TODO: add state to CS3 API, so we can ‘disable’ users TODO: how do we map (sub) admins? -> map to roles & permissions

accounts:

Field Type Null Key Default Extra Comment
id bigint(20) unsigned NO PRI NULL auto_increment
email varchar(255) YES MUL NULL
user_id varchar(255) NO UNI NULL
lower_user_id varchar(255) NO UNI NULL
display_name varchar(255) YES MUL NULL
quota varchar(32) YES NULL
last_login int(11) NO 0
backend varchar(64) NO NULL
home varchar(1024) NO NULL
state smallint(6) NO 0

users:

Field Type Null Key Default Extra Comment
uid varchar(64) NO PRI
password varchar(255) NO
displayname varchar(64) YES NULL

groups:

The groups table really only contains the group name.

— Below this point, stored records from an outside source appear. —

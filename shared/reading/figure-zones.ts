import { type Zone, zoneAround } from '#shared/document/define-block.ts';
import { classifyLine } from './classify-line.ts';
import { type Line, bottomOf, lineText, median, middleOf, rightOf, rowsByHeight, segmentsOf } from './lines.ts';
import { overlap } from './picture/figures.ts';
import type { ReadingWord } from './reading.ts';

/** A line with so many words, most of them of letters, none far from the next, is running text and no row of labels. */
const fewestWords = 5;
const widestGapLetters = 1.6;
const leastWordy = 0.5;
const leastConfidence = 65;
/** What follows running text so closely, in letter heights, goes on with it: the last line of a paragraph. */
const closeLetters = 0.8;
/** Above its caption a drawing takes at least so much room, even where none of its strokes was taken for one. */
const leastDrawingInches = 0.8;

/**
 * Drawings made whole: what stands between the running text above and the caption below is one drawing, with its labels.
 * A drawing without a caption stays as it was found.
 */
export function wholeFigures(found: readonly Zone[], words: readonly ReadingWord[], dpi: number): Zone[] {
  const letter = median(words.map(({ box }) => box[3]));
  const rows = rowsByHeight(words);
  const barriers = textRows(rows, letter);
  const whole = rows.filter(isCaption).flatMap((caption) => {
    const above = barriers.filter(({ zone }) => bottomOf(zone) <= caption.zone[1] && zone !== caption.zone).at(-1);
    const top = above === undefined ? 0 : bottomOf(above.zone);
    const isInside = (zone: Zone): boolean => middleOf(zone) > top && middleOf(zone) < caption.zone[1];
    const own = found.filter(isInside);
    const labels = words.map(({ box }) => box).filter(isInside);
    const isTall = above !== undefined && caption.zone[1] - top >= leastDrawingInches * dpi;
    if (own.length === 0 && !(isTall && labels.length > 0)) return [];
    const room = own.length === 0 ? roomBetween(above, caption, letter) : [];
    return [within(zoneAround([...own, ...labels, ...room]), top, caption.zone[1])];
  });
  return [...whole, ...found.filter((zone) => !whole.some((other) => overlap(zone, other) > 0.5))];
}

/** A zone without what of it lies above `top` or from `bottom` on: the strokes found may reach into the text. */
function within([x, y, w, h]: Zone, top: number, bottom: number): Zone {
  const from = Math.max(y, top + 1);
  return [x, from, w, Math.max(1, Math.min(y + h, bottom - 1) - from)];
}

/** The room between text and caption, for a drawing of which only labels are known. */
function roomBetween(above: Line | undefined, caption: Line, letter: number): Zone[] {
  if (above === undefined) return [];
  const [left, right] = [
    Math.min(above.zone[0], caption.zone[0]),
    Math.max(rightOf(above.zone), rightOf(caption.zone)),
  ];
  const top = bottomOf(above.zone) + letter * 0.5;
  return [[left, top, right - left, Math.max(1, caption.zone[1] - letter * 0.5 - top)].map(Math.round) as Zone];
}

const isCaption = (line: Line): boolean => {
  const kind = classifyLine(line);
  return kind.kind === 'caption' && kind.of === 'figure' && !/[,;]$/.test(lineText(line));
};

/** Rows that no drawing has: running text, its last lines, captions and numbered headings. */
function textRows(rows: readonly Line[], letter: number): Line[] {
  return rows.reduce<Line[]>((text, row) => {
    const last = text.at(-1);
    const goesOn = last !== undefined && row.zone[1] - bottomOf(last.zone) < letter * closeLetters && isConfident(row);
    return isRunning(row, letter) || goesOn || isCaption(row) || isHeading(row) ? [...text, row] : text;
  }, []);
}

const isHeading = (row: Line): boolean =>
  classifyLine(row).kind === 'heading' && /^\d+[-–.]\d+[.,]?$/.test(row.words[0]?.text ?? '');

const isConfident = ({ words }: Line): boolean => median(words.map(({ confidence }) => confidence)) >= leastConfidence;

function isRunning(row: Line, letter: number): boolean {
  const { words } = row;
  const wordy = words.filter(({ text }) => /[A-Za-z]{2}/.test(text)).length;
  return (
    words.length >= fewestWords &&
    wordy >= words.length * leastWordy &&
    segmentsOf(row, letter * widestGapLetters).length === 1 &&
    isConfident(row)
  );
}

Field Type Null Key Default Extra
gid varchar(64) NO PRI

LDAP

TODO clarify if metadata from ldap & user_shibboleth needs to be migrated

  • the dn -> owncloud internal username mapping that currently lives in the oc_ldap_user_mapping table needs to move into a dedicated ownclouduuid attribute in the LDAP server. The idp should send it as a claim so the proxy does not have to look up the user using LDAP again. The username cannot be changed in ownCloud 10 and the oCIS provisioning API will not allow changing it as well. When we introduce the graph api we may allow changing usernames when all clients have moved to that api.

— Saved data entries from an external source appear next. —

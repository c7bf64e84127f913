import { describe, expect, it } from 'vitest';
import { trustIn } from './trust.ts';
import { readWords } from './words.fixture.ts';

const trustOf = (text: string, changes: { raw?: string; sure?: boolean } = {}): number =>
  readWords([text]).map((word) => trustIn({ ...word, ...changes }))[0] ?? 0;

// Words as they were read from generated pages; the fixture's confidence is 95.
describe('trust in a word', () => {
  it.each(['ADJUST', '4,832.5', 'mc', 'R515', '.01', 'Q2', 'V1-V4', 'of', 'kHz', 'dB', 'd.c.', '2.1.3', '23,614.2'])(
    'is the confidence of %s',
    (text) => {
      expect(trustOf(text)).toBe(95);
    },
  );

  it.each(['me', 'v2el', '£2,', 'vé', '0SC', '75:5', 'tO', 'german.um', 'VARIABL:,', 'C3.C5', '0,022', '23.614.2'])(
    'is less in %s, which hardly stands in print',
    (text) => {
      expect(trustOf(text)).toBeLessThan(90);
    },
  );

  it('is less in a sign that was guessed, not in one that the grammar leaves no choice for', () => {
    expect(trustOf('µh', { raw: 'uh', sure: false })).toBeLessThan(95);
    expect(trustOf('kc', { raw: 'ke', sure: true })).toBe(95);
  });
});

The problem is that the username in owncloud 10 and in oCIS also need to be the same, which might not be the case when the ldap mapping used a different column. In that case we should add another owncloudusername attribute to the ldap server …

activities

dedicated service, not yet implemented, requires decisions about an event system – jfd

Field Type Null Key Default Extra Comment
activity_id bigint(20) NO PRI NULL auto_increment
timestamp int(11) NO MUL 0
priority int(11) NO 0
type varchar(255) YES NULL
user varchar(64) YES NULL
affecteduser varchar(64) NO MUL NULL
app varchar(255) NO NULL
subject varchar(255) NO NULL
subjectparams longtext NO NULL
message varchar(255) YES NULL
messageparams longtext YES NULL
file varchar(4000) YES NULL
link varchar(4000) YES NULL
object_type varchar(255) YES MUL NULL
object_id bigint(20) NO 0

The data_exporter has logic that allows exporting and importing users, including shares. The model classes contain the exact mapping.